If a person has more than two debilitating migraines per month, preventive medications may be able to reduce frequency, severity and length of the migraines. It is not likely that preventive medications will eliminate migraines completely and some may have serious side-effects.
Cardiovascular blockers, such as beta blockers and calcium channel blockers, have been used to prevent migraine attacks, although researchers do not understand why.
Certain antidepressants have been used to prevent migraines. The tricyclic antidepressants are thought to prevent migraines by manipulation of the serotonin levels in the brain. One serotonin-norepinephrine reuptake inhibitor, venlafaxin, has proven helpful in preventing some migraines.
Anti-seizure drugs may be able to reduce migraines. One such medication, lamotrigine, has been beneficial in preventing migraines with aura. If high dosages of these drugs need to be used to prevent migraines, side-effects of diarrhea, hair loss, vomiting and dizziness may occur. Additionally, an antihistamine called cyproheptadine has proven useful as a preventive medication in children. One last approved preventative medication for migraines is botulinum toxin, or Botox. It is given as injections into the muscles of the forehead and neck, and the injections may need to be repeated every 12 weeks to remain effective.
Stress Management, Relaxation and Sleep
Stress can trigger many different types of headaches, including migraines. Researchers believe that every-day stress causes most of the stress-related migraines, not life-changing events. Finding healthy ways to deal with stress may be able to reduce the incidence of migraines. Relaxations exercises, such as yoga or meditation, can help to reduce muscle tension and lessen stress. Eating healthy food and exercising 30 minutes per day can provide your body with energy to balance and cope with stress. Also, getting enough sleep at the same time each day, but not too much, can reduce episodes of migraine attacks. An average adult needs six to eight hours of sleep each night. Simple relaxation techniques such as gardening, painting, reading or a hot bath can help prevent stress-related migraines.

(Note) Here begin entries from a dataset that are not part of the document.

package scan

import (
	"math"
	"math/rand/v2"
	"strings"
	"testing"

	"gonum.org/v1/gonum/spatial/r3"
)

// cellCloud returns points in the base frame sampling f on the grid Grid
// builds for radius r and cell length h: one point at each cell centre
// (perCell = 0), or perCell points spread uniformly over each cell, with
// Gaussian noise of noiseM.
func cellCloud(r, h float64, f func(x, y float64) float64, perCell int, noiseM float64, rng *rand.Rand) []r3.Vec {
	k := int(math.Floor(r/h + 1e-9))
	var pts []r3.Vec
	for j := -k; j <= k; j++ {
		for i := -k; i <= k; i++ {
			x, y := float64(i)*h, float64(j)*h
			if x*x+y*y > r*r*(1+1e-12) {
				continue
			}
			if perCell == 0 {
				pts = append(pts, r3.Vec{X: x, Y: y, Z: f(x, y) + noiseM*rng.NormFloat64()})
				continue
			}
			for range perCell {
				px := x + h*(rng.Float64()-0.5)
				py := y + h*(rng.Float64()-0.5)
				pts = append(pts, r3.Vec{X: px, Y: py, Z: f(px, py) + noiseM*rng.NormFloat64()})
			}
		}
	}
	return pts
}

func levelled(c *Cloud, r float64) *Levelled { return &Levelled{Cloud: c, RadiusM: r} }

func plane(a, b, c float64) func(x, y float64) float64 {
	return func(x, y float64) float64 { return a*x + b*y + c }
}

func TestGridSpikesOnePointPerCell(t *testing.T) {
	const (
		r, h  = 0.04, 0.5e-3
		noise = 5e-6
	)
	rng := rand.New(rand.NewPCG(1, 2))
	f := dish(0.2e-3, r)
	pts := cellCloud(r, h, f, 0, noise, rng)
	// 25 spikes of ±0.3 mm, at least 4 cells apart.
	var spikes []int
	for len(spikes) < 25 {
		i := rng.IntN(len(pts))
		ok := math.Hypot(pts[i].X, pts[i].Y) < r-3*h
		for _, j := range spikes {
			ok = ok && math.Hypot(pts[i].X-pts[j].X, pts[i].Y-pts[j].Y) > 4*h
		}
		if ok {
			spikes = append(spikes, i)
		}
	}
	for n, i := range spikes {
		pts[i].Z += 0.3e-3 * float64(1-2*(n%2))
	}
	g, err := Grid(levelled(&Cloud{Points: pts}, r), GridOptions{CellM: h})
	if err != nil {
		t.Fatal(err)
	}
	if g.OutliersRemoved != len(spikes) {
		t.Errorf("removed %d outliers, want %d", g.OutliersRemoved, len(spikes))
	}
	s := g.Raw
	for _, i := range spikes {
		k := gridIndex(s, pts[i].X, pts[i].Y)
		if s.State[k] != Filled {
			t.Errorf("spike cell %d is %v", k, s.State[k])
		}
		// The filled height follows the surface within 4σ of the noise.
		if d := s.ZM[k] - f(pts[i].X, pts[i].Y); math.Abs(d) > 4*noise {
			t.Errorf("spike cell filled %.1f µm off the surface", d*1e6)
		}
	}
	wantCov := 100 * float64(len(pts)-len(spikes)) / float64(len(pts))
	if math.Abs(g.MeasuredCellsPct-wantCov) > 1e-9 {
		t.Errorf("measured cells %.4f %%, want %.4f %%", g.MeasuredCellsPct, wantCov)
	}
	// A lattice with isolated points removed: every place lies within 1.5
	// spacings of a kept point.
	if g.CoveragePct != 100 || math.Abs(g.PointSpacingM-h) > 1e-12 || g.RimCompletenessPct != 100 {
		t.Errorf("coverage %g %%, spacing %g m, rim %g %%", g.CoveragePct, g.PointSpacingM, g.RimCompletenessPct)
	}
}

func TestGridSpikesDenseCloud(t *testing.T) {
	const (
		r, h  = 0.03, 1e-3
		noise = 5e-6
	)
	rng := rand.New(rand.NewPCG(3, 4))
	f := plane(2e-3, -1e-3, 0.1e-3)
	pts := cellCloud(r, h, f, 8, noise, rng)
	const nSpikes = 40
	hit := map[int]bool{}
	for len(hit) < nSpikes {
		i := rng.IntN(len(pts))
		if !hit[i] {
			hit[i] = true
			pts[i].Z += 0.5e-3
		}
	}
	g, err := Grid(levelled(&Cloud{Points: pts}, r), GridOptions{CellM: h})
	if err != nil {
		t.Fatal(err)
	}
	// Eight points per cell: the local test drops the spike points
	// themselves; the cells keep their medians.
	if g.OutliersRemoved != nSpikes {
		t.Errorf("removed %d outliers, want %d", g.OutliersRemoved, nSpikes)
	}
	if g.MeasuredCellsPct != 100 {
		t.Errorf("measured cells %.3f %%, want 100 %%", g.MeasuredCellsPct)
	}
	// Eight random points per 1 mm cell: for a Poisson cloud the 90th
	// percentile of the nearest-neighbour distance is sqrt(ln 10/(πρ)),
	// so 1.5 of it leaves 10^−2.25 ≈ 0.6 % of the disc uncovered (our own
	// derivation); points stratified by cell leave less.
	if g.CoveragePct < 98.5 {
		t.Errorf("coverage %.3f %%, want ≥ 98.5 %%", g.CoveragePct)
	}
	s := g.Raw
	for k := range s.ZM {
		if !s.InBase(k) {
			continue
		}
		// Median of ≤ 8 points spread over the cell: the plane varies by
		// 1 µm across it, the noise adds about 2 µm RMS.
		if d := s.ZM[k] - f(s.X(k%s.Nx), s.Y(k/s.Nx)); math.Abs(d) > 12e-6 {
			t.Fatalf("cell %d off by %.1f µm", k, d*1e6)
		}
	}
}

func TestGridOutlierTestsOff(t *testing.T) {
	const r, h = 0.02, 1e-3
	rng := rand.New(rand.NewPCG(5, 6))
	pts := cellCloud(r, h, plane(0, 0, 0), 0, 2e-6, rng)
	pts[100].Z += 1e-3
	g, err := Grid(levelled(&Cloud{Points: pts}, r), GridOptions{CellM: h, OutlierK: math.Inf(1)})
	if err != nil {
		t.Fatal(err)
	}
	if g.OutliersRemoved != 0 || g.CoveragePct != 100 || g.MeasuredCellsPct != 100 {
		t.Errorf("tests off: removed %d, coverage %g", g.OutliersRemoved, g.CoveragePct)
	}
	if k := gridIndex(g.Raw, pts[100].X, pts[100].Y); g.Raw.ZM[k] != pts[100].Z {
		t.Errorf("spike not kept")
	}
}

func TestGridHoles(t *testing.T) {
	const r, h = 0.04, 0.5e-3
	rng := rand.New(rand.NewPCG(7, 8))
	f := plane(1e-3, -2e-3, 1e-4)
	all := cellCloud(r, h, f, 0, 0, rng)
	inHole := func(p r3.Vec) bool { return math.Hypot(p.X-0.010, p.Y+0.005) < 0.008 }
	inRimHole := func(p r3.Vec) bool { return math.Hypot(p.X+0.04, p.Y) < 0.006 }
	var pts []r3.Vec
	nHole, nRim := 0, 0
	for _, p := range all {
		switch {
		case inHole(p):
			nHole++
		case inRimHole(p):
			nRim++
		default:
			pts = append(pts, p)
		}
	}
	g, err := Grid(levelled(&Cloud{Points: pts}, r), GridOptions{CellM: h})
	if err != nil {
		t.Fatal(err)
	}
	s := g.Raw
	nBase, nFilled := 0, 0
	for k := range s.State {
		if s.InBase(k) {
			nBase++
		}
		if s.State[k] == Filled {
			nFilled++
		}
	}
	if nBase != len(all) {
		t.Fatalf("%d base cells, want %d", nBase, len(all))
	}
	if nFilled != nHole+nRim {
		t.Errorf("%d filled cells, want %d", nFilled, nHole+nRim)
	}
	want := 100 * float64(len(all)-nHole-nRim) / float64(len(all))
	if math.Abs(g.MeasuredCellsPct-want) > 1e-9 {
		t.Errorf("measured cells %.4f %%, want %.4f %%", g.MeasuredCellsPct, want)
	}
	// Coverage reaches 1.5 spacings into the holes: more than the
	// measured cells, less than all.
	if g.CoveragePct <= want || g.CoveragePct >= 100 {
		t.Errorf("coverage %.4f %%, want between %.4f %% and 100 %%", g.CoveragePct, want)
	}
	// The 16 mm inner hole is the largest empty circle: its diameter lies
	// between 16 mm and 16 mm + a cell's diagonal.
	if d := g.LargestHoleM; d < 15.9e-3 || d > 16.8e-3 {
		t.Errorf("largest hole %.2f mm, want 16 … 16.7 mm", d*1e3)
	}
	// The rim hole (radius 6 mm at the rim, ±8.6° about 180°) empties
	// the sectors 34 … 37 (170° … 190°) at least partly.
	if m := g.RimSectorsMissing; len(m) < 2 || len(m) > 4 || m[0] < 34 || m[len(m)-1] > 37 {
		t.Errorf("missing rim sectors %v, want 2 … 4 within 34 … 37", m)
	}
	if g.OutliersRemoved != 0 {
		t.Errorf("%d outliers on noise-free data", g.OutliersRemoved)
	}
	// A plane is discrete-harmonic: the inner hole is filled exactly.
	// The rim hole has zero-slope rim conditions: it stays within the
	// plane's range over the hole.
	for k := range s.State {
		if s.State[k] != Filled {
			continue
		}
		p := r3.Vec{X: s.X(k % s.Nx), Y: s.Y(k / s.Nx)}
		d := s.ZM[k] - f(p.X, p.Y)
		switch {
		case inHole(p) && math.Abs(d) > 1e-12:
			t.Fatalf("inner hole cell off the plane by %g m", d)
		case inRimHole(p) && math.Abs(d) > 2.3e-3*0.012:
			t.Fatalf("rim hole cell off the plane by %g m", d)
		}
	}
	if len(g.Warnings) != 0 {
		t.Errorf("warnings at %.1f %% coverage: %q", g.CoveragePct, g.Warnings)
	}
}

func TestGridMesh(t *testing.T) {
	const r = 0.04
	// The mesh reaches 1 mm past the grid's disc, so every base cell is
	// covered.
	sb := synthBase{R: r + 1e-3, Shape: dish(0.4e-3, r), Mesh: true, StepM: 2e-3, Seed: 1}
	c := sb.build()
	g, err := Grid(levelled(c, r), GridOptions{CellM: 0.5e-3})
	if err != nil {
		t.Fatal(err)
	}
	if g.MeasuredCellsPct != 100 || g.CoveragePct != 100 || g.OutliersRemoved != 0 {
		t.Errorf("measured cells %g %%, coverage %g %%, %d outliers", g.MeasuredCellsPct, g.CoveragePct, g.OutliersRemoved)
	}
	// Linear interpolation of z = c0 + c3 r² over triangles with edges up
	// to about 2·StepM errs by at most |c3|·(2·StepM)²/4 = 1 µm.
	s := g.Raw
	for k := range s.ZM {
		if s.State[k] != Measured {
			continue
		}
		x, y := s.X(k%s.Nx), s.Y(k/s.Nx)
		if d := s.ZM[k] - sb.height(x, y); math.Abs(d) > 1e-6 {
			t.Fatalf("cell (%g, %g) off by %.3f µm", x, y, d*1e6)
		}
	}
}

func TestGridMeshKeepsLowestFacet(t *testing.T) {
	const r = 0.02
	lower := (&synthBase{R: r, Mesh: true, StepM: 1e-3}).build()
	upper := (&synthBase{R: r, Mesh: true, StepM: 1.3e-3}).build()
	c := &Cloud{Points: lower.Points, Triangles: lower.Triangles}
	off := int32(len(c.Points))
	for _, p := range upper.Points {
		c.Points = append(c.Points, r3.Vec{X: p.X, Y: p.Y, Z: p.Z + 3e-3})
	}
	for _, tr := range upper.Triangles {
		c.Triangles = append(c.Triangles, [3]int32{tr[0] + off, tr[1] + off, tr[2] + off})
	}
	g, err := Grid(levelled(c, r), GridOptions{CellM: 0.5e-3})
	if err != nil {
		t.Fatal(err)
	}
	for k, z := range g.Raw.ZM {
		if g.Raw.InBase(k) && z != 0 {
			t.Fatalf("cell %d at %g m, want the lower face at 0", k, z)
		}
	}
}

func TestGridBadInput(t *testing.T) {
	pts := []r3.Vec{{X: 0, Y: 0}, {X: 1e-3, Y: 0}, {X: 0, Y: 1e-3}}
	ok := &Cloud{Points: pts}
	cases := []struct {
		name string
		l    *Levelled
		opt  GridOptions
		want string
	}{
		{"nil", nil, GridOptions{}, "no levelled scan"},
		{"cell", levelled(ok, 0.01), GridOptions{CellM: -1}, "cell length"},
		{"k", levelled(ok, 0.01), GridOptions{OutlierK: -2}, "outlier threshold"},
		{"radius", levelled(ok, 0), GridOptions{}, "base radius"},
		{"huge", levelled(ok, 10), GridOptions{CellM: 1e-4}, "too many"},
		{"nan", levelled(&Cloud{Points: []r3.Vec{{X: math.NaN()}}}, 0.01), GridOptions{}, "point 0 is not finite"},
		{"triangle", levelled(&Cloud{Points: pts, Triangles: [][3]int32{{0, 1, 7}}}, 0.01), GridOptions{}, "triangle 0 refers to vertex 7"},
		{"outside", levelled(&Cloud{Points: []r3.Vec{{X: 0.5}}}, 0.01), GridOptions{}, "no scan data"},
	}
	for _, tc := range cases {
		t.Run(tc.name, func(t *testing.T) {
			_, err := Grid(tc.l, tc.opt)
			if err == nil || !strings.Contains(err.Error(), tc.want) {
				t.Errorf("error %v, want one containing %q", err, tc.want)
			}
		})
	}
}

func TestMedianInPlace(t *testing.T) {
	rng := rand.New(rand.NewPCG(9, 9))
	for _, n := range []int{1, 2, 3, 16, 17, 18, 100, 1001} {
		a := make([]float64, n)
		for i := range a {
			a[i] = math.Round(rng.NormFloat64() * 4) // with ties
		}
		b := append([]float64(nil), a...)
		got := medianInPlace(a)
		// Reference: sort.
		for i := 1; i < n; i++ {
			for j := i; j > 0 && b[j] < b[j-1]; j-- {
				b[j], b[j-1] = b[j-1], b[j]
			}
		}
		want := b[n/2]
		if n%2 == 0 {
			want = 0.5 * (b[n/2-1] + b[n/2])
		}
		if got != want {
			t.Errorf("n=%d: median %g, want %g", n, got, want)
		}
	}
}

func benchmarkGridCloud(b *testing.B, n int) {
	const r = 0.1
	rng := rand.New(rand.NewPCG(1, 1))
	pts := make([]r3.Vec, n)
	f := dish(0.3e-3, r)
	for i := range pts {
		rr := r * math.Sqrt(rng.Float64())
		th := 2 * math.Pi * rng.Float64()
		x, y := rr*math.Cos(th), rr*math.Sin(th)
		pts[i] = r3.Vec{X: x, Y: y, Z: f(x, y) + 15e-6*rng.NormFloat64()}
	}
	l := levelled(&Cloud{Points: pts}, r)
	b.ResetTimer()
	for b.Loop() {
		if _, err := Grid(l, GridOptions{}); err != nil {
			b.Fatal(err)
		}
	}
}

// BenchmarkGridCloud2M grids 2 million points over a 200 mm base at
// 0.5 mm cells (125 629 base cells).
func BenchmarkGridCloud2M(b *testing.B) { benchmarkGridCloud(b, 2000000) }

// BenchmarkGridMesh grids a mesh of about 1 million triangles (vertex
// step 0.25 mm) over a 200 mm base at 0.5 mm cells.
func BenchmarkGridMesh(b *testing.B) {
	const r = 0.1
	c := (&synthBase{R: r, Shape: dish(0.3e-3, r), Mesh: true, StepM: 0.25e-3, NoiseM: 15e-6, Seed: 1}).build()
	l := levelled(c, r)
	b.ResetTimer()
	for b.Loop() {
		if _, err := Grid(l, GridOptions{}); err != nil {
			b.Fatal(err)
		}
	}
	b.ReportMetric(float64(len(c.Triangles)), "triangles")
}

Chronic migraine pain may benefit from nontraditional therapy. Acupuncture, which has been around for thousands of years in Chinese medicine, uses very thin needles inserted at specific points on the body to reduce migraine pain. This technique has proven helpful to some migraine sufferers.
Biofeedback techniques may be used to reduce migraine pain. Special equipment is used to monitor your control of physical responses related to stress and muscle tension. These techniques must be learned and practiced to be effective.
Message and manipulation may be able to reduce migraine frequency by reducing stress and improving sleep quality. Also, certain herbs, vitamins and minerals have shown promise in treatment and prevention of migraine headaches. All alternative treatments should be discussed with your physician prior to implementation.
Since there are several types of migraines with many possible triggers and a variety of treatment options, each migraine sufferer should work closely with their doctor to individualize their own treatment protocol. Many options exist for treatment and prevention of migraine pain.